Два сольди
Шрифт:
– Да ладно вам!
– вспылил Сашка.
– Что я, хуже других, что ли? В рваных пойду. Армию позорить. Подумаешь, штаны! Я их в колхозе на водовозке заработал. А приду - еще заработаю.
– Во! Порох!
– крутнул головой Сима.
– Не скажи ничево старший. Они нынче все такие. Грамотеи!
– А ну вас...
– Сашка отшвырнул папиросу и, проходя мимо меня, сказал: - Пошли, дядь Жень, искупаемся. Еще есть время.
После бессонной ночи и непредвиденного застолья меня порядком разморило, и я охотно согласился сходить на Сейм освежиться.
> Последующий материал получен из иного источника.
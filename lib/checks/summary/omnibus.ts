import { tail } from '../distributions/tail'
import { sum, type GroupMoments } from './groups'

/**
 * Sums of squares (`ss`), degrees of freedom and mean squares (`ms`) between and within groups; `f` and its upper
 * tail `p`; `mean` is that of all observations, `etaSquared` the share of the sum of squares between groups.
 */
export type Anova = {
  between: { ss: number; df: number; ms: number }
  within: { ss: number; df: number; ms: number }
  mean: number
  f: number
  p: number
  etaSquared: number
}

export type WelchAnova = { f: number; df1: number; df2: number; p: number }

/**
 * One-way analysis of variance from sizes, means and standard deviations of at least two groups; not all sd may be 0.
 * Assumes independent normal observations with one variance. Source: Fisher (1925), Statistical Methods for Research
 * Workers; from summary statistics by the definition of the sums of squares.
 */
export function computeAnova(groups: readonly GroupMoments[]): Anova {
  const total = sum(groups.map(({ n }) => n))
  // Means are taken from the first one, so that far from 0 no digits are lost.
  const origin = groups[0]?.mean ?? 0
  const shift = sum(groups.map(({ n, mean }) => n * (mean - origin))) / total
  const ssBetween = sum(groups.map(({ n, mean }) => n * (mean - origin - shift) ** 2))
  const ssWithin = sum(groups.map(({ n, sd }) => (n - 1) * sd * sd))
  const between = { ss: ssBetween, df: groups.length - 1, ms: ssBetween / (groups.length - 1) }
  const within = { ss: ssWithin, df: total - groups.length, ms: ssWithin / (total - groups.length) }
  const f = between.ms / within.ms
  const p = tail('F', f, [between.df, within.df])
  return { between, within, mean: origin + shift, f, p, etaSquared: ssBetween / (ssBetween + ssWithin) }
}

/**
 * Welch's analysis of variance, which lets the variances differ; null where a standard deviation is 0, as that group
 * would have infinite weight. df2 is fractional. Source: Welch (1951), Biometrika 38, 330–336.
 */
export function computeWelchAnova(groups: readonly GroupMoments[]): WelchAnova | null {
  if (groups.some(({ sd }) => sd === 0)) return null
  const k = groups.length
  const weights = groups.map(({ n, sd }) => n / (sd * sd))
  const total = sum(weights)
  const origin = groups[0]?.mean ?? 0
  const weightOf = (i: number) => weights[i] ?? 0
  const shift = sum(groups.map(({ mean }, i) => weightOf(i) * (mean - origin))) / total
  const between = sum(groups.map(({ mean }, i) => weightOf(i) * (mean - origin - shift) ** 2))
  const spread = sum(groups.map(({ n }, i) => (1 - weightOf(i) / total) ** 2 / (n - 1)))
  const f = between / (k - 1) / welchDivisor(k, spread)
  const df2 = (k * k - 1) / (3 * spread)
  return { f, df1: k - 1, df2, p: tail('F', f, [k - 1, df2]) }
}

/** What Welch's statistic is divided by: 1 + 2 (k − 2) Λ / (k² − 1), Λ = Σ (1 − w_i / W)² / (n_i − 1). */
export const welchDivisor = (k: number, spread: number): number => 1 + (2 * (k - 2) * spread) / (k * k - 1)
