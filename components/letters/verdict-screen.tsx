'use client'

import Link from 'next/link'
import type { LetterView } from '@/db/queries/letter'
import type { ManuscriptView } from '@/db/queries/manuscript'
import type { PointRow } from '@/db/queries/points'
import type { VerdictView } from '@/db/queries/verdict'
import { StateTag } from '../shell/state-tag'
import { ButtonLink } from '../ui/button'
import { Notice } from '../ui/notice'
import { Page } from '../ui/page'
import { PageHead } from '../ui/page-head'
import { Time } from '../ui/time'
import { EarlierPoints } from './earlier-points'
import { LetterSheet } from './letter-sheet'
import { PointsList } from './points-list'
import { ReleasePanel } from './release-panel'
import { VerdictForm } from './verdict-form'
import { VerdictSummary } from './verdict-summary'
import type { VerdictActions } from './verdict-actions'

type VerdictScreenProps = {
  manuscript: ManuscriptView
  verdict: VerdictView | null
  /** The draft's letter set as mail, for those who read it only. */
  draftHtml: string | null
  /** The letter of this round as it was sent. */
  letter: LetterView | null
  earlier: readonly PointRow[]
  actions: VerdictActions
}

/** Points at the left, the verdict and its letter at the right; what each may change is the actions' business. */
export function VerdictScreen({
  manuscript,
  verdict,
  draftHtml,
  letter,
  earlier,
  actions,
}: VerdictScreenProps) {
  const may = (action: ManuscriptView['actions'][number]) => manuscript.actions.includes(action)
  const home = `/manuscripts/${manuscript.id}`
  return (
    <Page>
      <PageHead
        above={
          <span className="flex items-center gap-2">
            <Link href={home} className="text-tide hover:underline">
              {manuscript.reference ?? 'Manuscript'}
            </Link>
            <StateTag state={manuscript.state} />
            {manuscript.round > 1 && `round ${manuscript.round}`}
          </span>
        }
        title="Verdict"
        lead={manuscript.title}
        actions={may('readAudit') && <ButtonLink href={`${home}/bench`}>Open the bench</ButtonLink>}
      />
      {verdict && (
        <div className="mb-6">
          <ReleasePanel manuscript={manuscript} verdict={verdict} actions={actions} />
        </div>
      )}
      <div className="grid gap-x-10 gap-y-8 lg:grid-cols-[minmax(18rem,2fr)_minmax(0,3fr)]">
        <div>
          <PointsList manuscriptId={manuscript.id} mayDecide={may('decidePoint')} mayAdd={may('addPoint')} />
          <EarlierPoints points={earlier} round={manuscript.round - 1} />
        </div>
        <div className="flex min-w-0 flex-col gap-6">
          {letter ? (
            <>
              {verdict && <VerdictSummary verdict={verdict} />}
              <section aria-label="Letter as sent">
                <p className="mb-2 text-ink-soft">
                  Sent <Time at={letter.sentAt} show="moment" />
                  {letter.version > 1 && `, version ${letter.version}`}
                </p>
                <LetterSheet subject={letter.subject} html={letter.html} />
              </section>
            </>
          ) : may('draftVerdict') ? (
            <VerdictForm manuscriptId={manuscript.id} verdict={verdict} actions={actions} />
          ) : verdict && draftHtml !== null ? (
            <>
              <VerdictSummary verdict={verdict} />
              <section aria-label="Letter as it would be sent">
                <LetterSheet html={draftHtml} />
              </section>
            </>
          ) : (
            <Notice>No verdict has been drafted in this round yet.</Notice>
          )}
        </div>
      </div>
    </Page>
  )
}
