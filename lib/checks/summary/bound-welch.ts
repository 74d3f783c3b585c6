import { tail } from '../distributions/tail'
import type { Interval } from '../numbers/printed-interval'
import { welchDf } from './pairs'
import { getSizes } from './rounding-box'

/** A rectangle of the two squared standard errors. */
type Piece = { a: Interval; b: Interval }

/** `n1`, `n2`: group sizes; `a`, `b`: what s² / n of either can be. */
export type WelchBox = Piece & { n1: number; n2: number; difference: Interval }

/** How much wider than what is attained a bound may be, relative. */
const PRECISION = 1e-6
const MOST_PIECES = 4000

/** Welch's df over the rectangle: 1 / df is convex in the first group's share, so one turning point at most. */
export function boundWelchDf({ n1, n2 }: WelchBox, { a, b }: Piece): Interval {
  const low = share(a.low, b.high)
  const high = share(a.high, b.low)
  const best = Math.min(high, Math.max(low, (n1 - 1) / (n1 + n2 - 2)))
  return {
    low: Math.min(welchDf(low, n1, n2), welchDf(high, n1, n2)),
    high: welchDf(best, n1, n2),
  }
}

const share = (a: number, b: number) => (a === 0 ? 0 : a / (a + b))

/**
 * What the p-value of Welch's test can be with the difference and both squared standard errors in their intervals:
 * a bound that holds for certain and exceeds what is attained by 1e-6 relative at most. At a given share of the two
 * errors p grows with their sum, so that both ends lie on edges of the rectangle; along an edge p need not be
 * monotone, as df changes too. The edge is cut until the bounds of its pieces, t and df each at its worst, close in.
 */
export function boundWelchP(box: WelchBox): Interval {
  const { least, most } = getSizes(box.difference)
  const { a, b } = box
  const top = (end: Interval): Interval => ({ low: end.high, high: end.high })
  const bottom = (end: Interval): Interval => ({ low: end.low, high: end.low })
  return {
    low: -closeIn(
      [
        { a: bottom(a), b },
        { a, b: bottom(b) },
      ],
      (piece) => -getP(most, piece.a.low + piece.b.low, boundWelchDf(box, piece).high),
    ),
    high: closeIn(
      [
        { a: top(a), b },
        { a, b: top(b) },
      ],
      (piece) => getP(least, piece.a.high + piece.b.high, boundWelchDf(box, piece).low),
    ),
  }
}

const getP = (size: number, squaredError: number, df: number) =>
  size === 0 ? 1 : tail('t', size / Math.sqrt(squaredError), [df])

/**
 * The largest value on the pieces of a function of which `bound` is an upper bound on a piece and the value at a
 * point; from above, within PRECISION.
 */
function closeIn(pieces: readonly Piece[], bound: (piece: Piece) => number): number {
  const open = [...pieces]
  let attained = -Infinity
  let largest = -Infinity
  for (let count = 0; ; count++) {
    const piece = open.pop()
    if (piece === undefined) return Math.max(attained, largest)
    const most = bound(piece)
    const middle: Piece = { a: toPoint(piece.a), b: toPoint(piece.b) }
    attained = Math.max(attained, bound(middle))
    if (most <= attained + PRECISION * Math.abs(attained) || count > MOST_PIECES) {
      largest = Math.max(largest, most)
    } else {
      open.push({ a: half(piece.a, 0), b: half(piece.b, 0) }, { a: half(piece.a, 1), b: half(piece.b, 1) })
    }
  }
}

const toPoint = ({ low, high }: Interval): Interval => {
  const middle = 0.5 * (low + high)
  return { low: middle, high: middle }
}

const half = ({ low, high }: Interval, second: 0 | 1): Interval =>
  second ? { low: 0.5 * (low + high), high } : { low, high: 0.5 * (low + high) }
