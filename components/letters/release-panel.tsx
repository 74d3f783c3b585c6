'use client'

import { useRouter } from 'next/navigation'
import { useState } from 'react'
import type { ManuscriptView } from '@/db/queries/manuscript'
import type { VerdictView } from '@/db/queries/verdict'
import { ReasonDialog } from '../manuscripts/reason-dialog'
import { Button } from '../ui/button'
import { Notice } from '../ui/notice'
import type { VerdictActions } from './verdict-actions'

type ReleasePanelProps = {
  manuscript: ManuscriptView
  verdict: VerdictView
  actions: Pick<VerdictActions, 'sendBack' | 'release'>
}

/** What becomes of a drafted verdict, and who may say so. */
export function ReleasePanel({ manuscript, verdict, actions }: ReleasePanelProps) {
  const router = useRouter()
  const [asked, setAsked] = useState<'release' | 'back' | null>(null)
  const mayRelease = manuscript.actions.includes('releaseVerdict')
  const maySendBack = manuscript.actions.includes('sendVerdictBack')
  const { id } = manuscript
  if (verdict.status === 'released') return null
  if (verdict.status === 'sent back') {
    return (
      <Notice tone="care" title="The editor sent the verdict back">
        {verdict.sentBackReason}
      </Notice>
    )
  }
  if (!mayRelease && !maySendBack) {
    return (
      <Notice title="The verdict is drafted">
        {manuscript.rules.twoPersonRelease
          ? 'The house rules ask for two people: an editor reads it and releases it, or sends it back to you.'
          : 'It can be released once it is saved.'}
      </Notice>
    )
  }
  return (
    <Notice
      title="The verdict waits to be released"
      action={
        <span className="flex flex-wrap gap-2">
          {maySendBack && <Button onClick={() => setAsked('back')}>Send back</Button>}
          {mayRelease && (
            <Button variant="primary" onClick={() => setAsked('release')}>
              Release verdict
            </Button>
          )}
        </span>
      }
    >
      {verdict.kept} {verdict.kept === 1 ? 'point' : 'points'} kept
      {verdict.undecided > 0 && `, ${verdict.undecided} undecided`}.{' '}
      {!mayRelease && 'You wrote it, so another editor releases it.'}
      {asked === 'release' && (
        <ReasonDialog
          title="Release the verdict"
          reasonLabel={null}
          reasonNeeded={false}
          submit="Release verdict"
          busy="Releasing…"
          done="The verdict is released and the letter is on its way."
          act={() => actions.release({ manuscriptId: id })}
          onClose={() => setAsked(null)}
          onDone={() => router.refresh()}
        >
          {undecidedWords(verdict.undecided)}The letter is mailed to the submitter as it stands, with the
          verdict “{verdict.verdict}”. This cannot be undone.
        </ReasonDialog>
      )}
      {asked === 'back' && (
        <ReasonDialog
          title="Send the verdict back"
          reasonLabel="What should change"
          reasonHint="The reviewer reads this."
          reasonNeeded
          submit="Send back"
          busy="Sending…"
          done="The reviewer has it again."
          act={(reason) => actions.sendBack({ manuscriptId: id, reason })}
          onClose={() => setAsked(null)}
          onDone={() => router.refresh()}
        >
          The manuscript goes back into review; the reviewer can change points, verdict and letter.
        </ReasonDialog>
      )}
    </Notice>
  )
}

function undecidedWords(undecided: number): string {
  if (undecided === 0) return ''
  return undecided === 1
    ? 'One point is not decided yet and not asked of the authors. '
    : `${undecided} points are not decided yet and not asked of the authors. `
}
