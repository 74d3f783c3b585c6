import { tail } from '../distributions/tail'
import type { Interval } from '../numbers/printed-interval'
import { searchRange } from '../numbers/search-range'
import { welchDivisor } from './omnibus'
import { boundWithin, type GroupBox } from './rounding-box'

/** Up to here every corner of the means' box is looked at. */
const ALL_CORNERS_TO = 12

/** `exact`: whether F and p attain both ends; else they lie inside, perhaps strictly. `welch` is always an outer bound. */
export type OmnibusBounds = {
  f: Interval
  p: Interval
  exact: boolean
  welch: { f: Interval; df2: Interval; p: Interval } | null
}

/**
 * What F, Welch's F and their p-values can be over the rounding of the printed numbers. F is exact for up to 12
 * groups: the sum of squares between groups is convex in the means, with its largest value at a corner of their box
 * and its smallest where they draw together, and the mean square within depends on the spreads alone. Beyond 12 groups
 * the upper end of F takes each pair of means at its farthest, which all together may not attain. For Welch's test the
 * two parts of the statistic and df2 are bounded one by one: an outer bound. Null for it where a spread can be 0.
 */
export function boundOmnibus(box: readonly GroupBox[]): OmnibusBounds {
  const within = boundWithin(box)
  const dfs = [box.length - 1, box.reduce((total, { n }) => total + n - 1, 0)]
  const sizes = box.map(({ n }) => n)
  const f = {
    low: divide(smallestSpread(box, sizes), (box.length - 1) * within.high),
    high: divide(largestSpread(box, sizes), (box.length - 1) * within.low),
  }
  const p = { low: tail('F', f.high, dfs), high: tail('F', f.low, dfs) }
  return { f, p, exact: box.length <= ALL_CORNERS_TO, welch: boundWelch(box) }
}

const divide = (a: number, b: number) => (a === 0 ? 0 : a / b)

function boundWelch(box: readonly GroupBox[]): OmnibusBounds['welch'] {
  if (box.some(({ variance }) => variance.low === 0)) return null
  const k = box.length
  const least = box.map(({ n, variance }) => n / variance.high)
  const most = box.map(({ n, variance }) => n / variance.low)
  const spread = boundWelchSpread(box, least, most)
  const df2 = { low: (k * k - 1) / (3 * spread.high), high: (k * k - 1) / (3 * spread.low) }
  // The weighted sum of squares grows with every weight, as the smallest of sums that do.
  const f = {
    low: smallestSpread(box, least) / (k - 1) / welchDivisor(k, spread.high),
    high: largestSpread(box, most) / (k - 1) / welchDivisor(k, spread.low),
  }
  const pAt = (value: number) => searchRange((df) => tail('F', value, [k - 1, df]), df2.low, df2.high)
  return { f, df2, p: { low: pAt(f.high).low, high: pAt(f.low).high } }
}

/** Λ = Σ (1 − w_i / W)² / (n_i − 1), each share w_i / W at its own farthest. */
function boundWelchSpread(
  box: readonly GroupBox[],
  least: readonly number[],
  most: readonly number[],
): Interval {
  const [allLeast, allMost] = [least, most].map((w) => w.reduce((total, value) => total + value, 0))
  const at = (own: readonly number[], others: readonly number[], all: number) =>
    box.reduce((total, { n }, i) => {
      const rest = all - (others[i] ?? 0)
      return total + (rest / (rest + (own[i] ?? 0))) ** 2 / (n - 1)
    }, 0)
  return { low: at(most, least, allLeast ?? NaN), high: at(least, most, allMost ?? NaN) }
}

/**
 * The smallest Σ w_i (x_i − x̄)² with x_i in the intervals of the means and x̄ their weighted mean: the smallest over
 * a centre c of Σ w_i (distance of c from the i-th interval)², which is convex in c; by bisection on its slope.
 */
function smallestSpread(box: readonly GroupBox[], weights: readonly number[]): number {
  const gap = ({ low, high }: Interval, c: number) => (c < low ? low - c : c > high ? high - c : 0)
  let low = Math.min(...box.map(({ mean }) => mean.low))
  let high = Math.max(...box.map(({ mean }) => mean.high))
  for (let round = 0; round < 200; round++) {
    const c = 0.5 * (low + high)
    if (c === low || c === high) break
    const pull = box.reduce((total, { mean }, i) => total + (weights[i] ?? 0) * gap(mean, c), 0)
    if (pull > 0) low = c
    else high = c
  }
  const at = (c: number) =>
    box.reduce((total, { mean }, i) => total + (weights[i] ?? 0) * gap(mean, c) ** 2, 0)
  return Math.min(at(low), at(high))
}

/** The largest such sum: at a corner of the box, or above it for many groups. */
function largestSpread(box: readonly GroupBox[], weights: readonly number[]): number {
  const origin = box[0]?.mean.low ?? 0
  const ends = box.map(({ mean }) => [mean.low - origin, mean.high - origin] as const)
  if (box.length > ALL_CORNERS_TO) return farthestPairs(ends, weights)
  const all = weights.reduce((total, w) => total + w, 0)
  let largest = 0
  for (let corner = 0; corner < 2 ** box.length; corner++) {
    const means = ends.map(([low, high], i) => ((corner >> i) & 1 ? high : low))
    const centre = means.reduce((total, mean, i) => total + (weights[i] ?? 0) * mean, 0) / all
    const spread = means.reduce((total, mean, i) => total + (weights[i] ?? 0) * (mean - centre) ** 2, 0)
    largest = Math.max(largest, spread)
  }
  return largest
}

/** Σ over pairs of w_i w_j (largest |x_i − x_j|)² / W, which the sum of squares equals where all are attained at once. */
function farthestPairs(ends: readonly (readonly [number, number])[], weights: readonly number[]): number {
  const all = weights.reduce((total, w) => total + w, 0)
  let total = 0
  ends.forEach(([low, high], i) =>
    ends.slice(0, i).forEach(([otherLow, otherHigh], j) => {
      const gap = Math.max(high - otherLow, otherHigh - low)
      total += ((weights[i] ?? 0) * (weights[j] ?? 0) * gap * gap) / all
    }),
  )
  return total
}
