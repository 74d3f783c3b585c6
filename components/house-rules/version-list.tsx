import Link from 'next/link'
import type { HouseRulesView } from '@/db/queries/house-rules'
import { RowTh, Table, Tbody, Td, Th, Thead, Tr } from '../ui/table'
import { Time } from '../ui/time'

type VersionListProps = {
  versions: readonly HouseRulesView[]
  /** The one that is shown. */
  shown: number
}

/** Every version there was; each can be opened to read. */
export function VersionList({ versions, shown }: VersionListProps) {
  const [newest] = versions
  if (versions.length < 2) return null
  return (
    <section className="mt-10">
      <h2 className="mb-2 text-lg font-semibold">Versions</h2>
      <Table caption="Versions of the house rules">
        <Thead>
          <Tr>
            <Th>Version</Th>
            <Th>Since</Th>
            <Th>By</Th>
          </Tr>
        </Thead>
        <Tbody>
          {versions.map((version) => (
            <Tr key={version.version} selected={version.version === shown}>
              <RowTh>
                <Link
                  href={version === newest ? '/house-rules' : `/house-rules?version=${version.version}`}
                  className="text-tide underline-offset-2 hover:underline"
                >
                  {version.version}
                  {version === newest ? ', in force' : ''}
                </Link>
              </RowTh>
              <Td>{version.createdAt === null ? '–' : <Time at={version.createdAt} show="moment" />}</Td>
              <Td>{version.createdBy ?? 'the installation'}</Td>
            </Tr>
          ))}
        </Tbody>
      </Table>
    </section>
  )
}
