import type { ReactNode } from 'react'
import { EntryFrame } from '@/components/entry/entry-frame'
import { getSettings } from '@/lib/settings'

export default function EntryLayout({ children }: { children: ReactNode }) {
  return <EntryFrame house={getSettings().house}>{children}</EntryFrame>
}
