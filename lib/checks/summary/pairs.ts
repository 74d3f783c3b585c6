import { tail } from '../distributions/tail'
import type { GroupMoments } from './groups'

/** Two groups to compare; the difference is the second's mean less the first's. */
export type Pair = { first: GroupMoments; second: GroupMoments }

export type TTest = { se: number; t: number; df: number; p: number }

/** Every pair in input order: (1, 2), (1, 3), …, (2, 3), …; with the name of a `control`, each other group less it. */
export function listPairs(groups: readonly GroupMoments[], control: string | null): Pair[] {
  if (control === null) {
    return groups.flatMap((first, i) => groups.slice(i + 1).map((second) => ({ first, second })))
  }
  const first = groups.find(({ group }) => group === control)
  if (first === undefined) throw new RangeError(`no group is called '${control}'`)
  return groups.filter((each) => each !== first).map((second) => ({ first, second }))
}

/**
 * The two-sided t test of a pair with the variance `ms` > 0 pooled over all groups on `df` degrees of freedom.
 * Assumes normal observations with one variance.
 */
export function testPooled({ first, second }: Pair, ms: number, df: number): TTest {
  const se = Math.sqrt(ms * (1 / first.n + 1 / second.n))
  const t = (second.mean - first.mean) / se
  return { se, t, df, p: tail('t', t, [df]) }
}

/**
 * Welch's two-sided t test of a pair with the Welch–Satterthwaite df; null where both standard deviations are 0.
 * Source: Welch (1947), Biometrika 34, 28–35.
 */
export function testWelch({ first, second }: Pair): TTest | null {
  const [a, b] = [first.se ** 2, second.se ** 2]
  const se = Math.sqrt(a + b)
  if (se === 0) return null
  const t = (second.mean - first.mean) / se
  const df = welchDf(a / (a + b), first.n, second.n)
  return { se, t, df, p: tail('t', t, [df]) }
}

/**
 * Welch–Satterthwaite degrees of freedom by the first group's share of the squared standard error, `share` in [0, 1]:
 * 1 / (share² / (n1 − 1) + (1 − share)² / (n2 − 1)); never below the smaller n − 1.
 */
export function welchDf(share: number, n1: number, n2: number): number {
  const df = 1 / ((share * share) / (n1 - 1) + ((1 - share) * (1 - share)) / (n2 - 1))
  return Math.max(df, Math.min(n1, n2) - 1)
}
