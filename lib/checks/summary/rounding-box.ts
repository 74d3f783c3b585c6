import { roundingInterval, type Interval } from '../numbers/printed-interval'
import type { SummaryGroup } from './groups'

/** What the printed numbers of one group stand for; `variance` is the squared standard deviation. */
export type GroupBox = { group: string; n: number; mean: Interval; variance: Interval }

/**
 * The rounding intervals of all groups: half a unit of the last printed digit to either side of the mean and of the
 * sd or se (cut at 0). Null where no group carries decimals.
 */
export function getBox(groups: readonly SummaryGroup[]): GroupBox[] | null {
  if (groups.every(({ meanDecimals, spreadDecimals }) => (meanDecimals ?? spreadDecimals) === undefined))
    return null
  return groups.map(({ group, n, mean, sd, se, meanDecimals, spreadDecimals }) => {
    const spread = getInterval(sd ?? se ?? NaN, spreadDecimals)
    const square = (value: number) => Math.max(0, value) ** 2 * (sd === undefined ? n : 1)
    return {
      group,
      n,
      mean: getInterval(mean, meanDecimals),
      variance: { low: square(spread.low), high: square(spread.high) },
    }
  })
}

const getInterval = (value: number, decimals: number | undefined): Interval =>
  decimals === undefined ? { low: value, high: value } : roundingInterval(value, decimals)

/** The mean square within groups over the box; both ends are attained. */
export function boundWithin(box: readonly GroupBox[]): Interval {
  const df = box.reduce((total, { n }) => total + n - 1, 0)
  const at = (end: 'low' | 'high') =>
    box.reduce((total, { n, variance }) => total + (n - 1) * variance[end], 0) / df
  return { low: at('low'), high: at('high') }
}

/** Smallest and largest size of a number in the interval. */
export const getSizes = ({ low, high }: Interval): { least: number; most: number } => ({
  least: low <= 0 && high >= 0 ? 0 : Math.min(Math.abs(low), Math.abs(high)),
  most: Math.max(Math.abs(low), Math.abs(high)),
})
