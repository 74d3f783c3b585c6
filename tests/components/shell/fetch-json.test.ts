import { expect, test } from 'vitest'
import { isProblem, readProblem } from '@/components/shell/fetch-json'

test("a refusal is told in the server's own sentence, with its fields", () => {
  const problem = readProblem(
    422,
    JSON.stringify({
      type: 'invalid',
      detail: 'Please check the marked fields.',
      fields: { title: 'Missing.', n: 3 },
    }),
  )
  expect(isProblem(problem)).toBe(true)
  expect(problem).toMatchObject({
    status: 422,
    message: 'Please check the marked fields.',
    fields: { title: 'Missing.' },
  })
})

test('a page of a proxy in between is not shown as a sentence', () => {
  const problem = readProblem(502, '<html><body>Bad gateway</body></html>')
  expect(problem.message).toBe('The server answered with an error (502); please try again.')
  expect(problem.fields).toEqual({})
})

test('JSON that is no problem document tells the status alone', () => {
  expect(readProblem(500, '["odd"]').message).toContain('500')
  expect(readProblem(500, 'null').message).toContain('500')
})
За нами увязались еще несколько парней, Сашкиных дружков-погодков.
Через гать минули затон, обмелевший, заболоченный, наполненный
Но луг был по-прежнему хорош. Еще без цветов, по-майски короткотравый, в плоских и незлых розетках молодого татарника, он манил своей ликующей зеленью, дрожа впереди парным маревом, и не было терпения, чтобы не разуться и не побежать по этой вольнице босиком! Ребята и в самом деле помчались взапуски, на бегу стаскивая рубахи, майки. Должно, им наскучило чиниться за столом, разыгрывать из себя взрослых, и теперь, вырвавшись на свободу, они бежали, совсем как пацаны, дурачась, горланя, швыряя друг в друга праздничными башмаками.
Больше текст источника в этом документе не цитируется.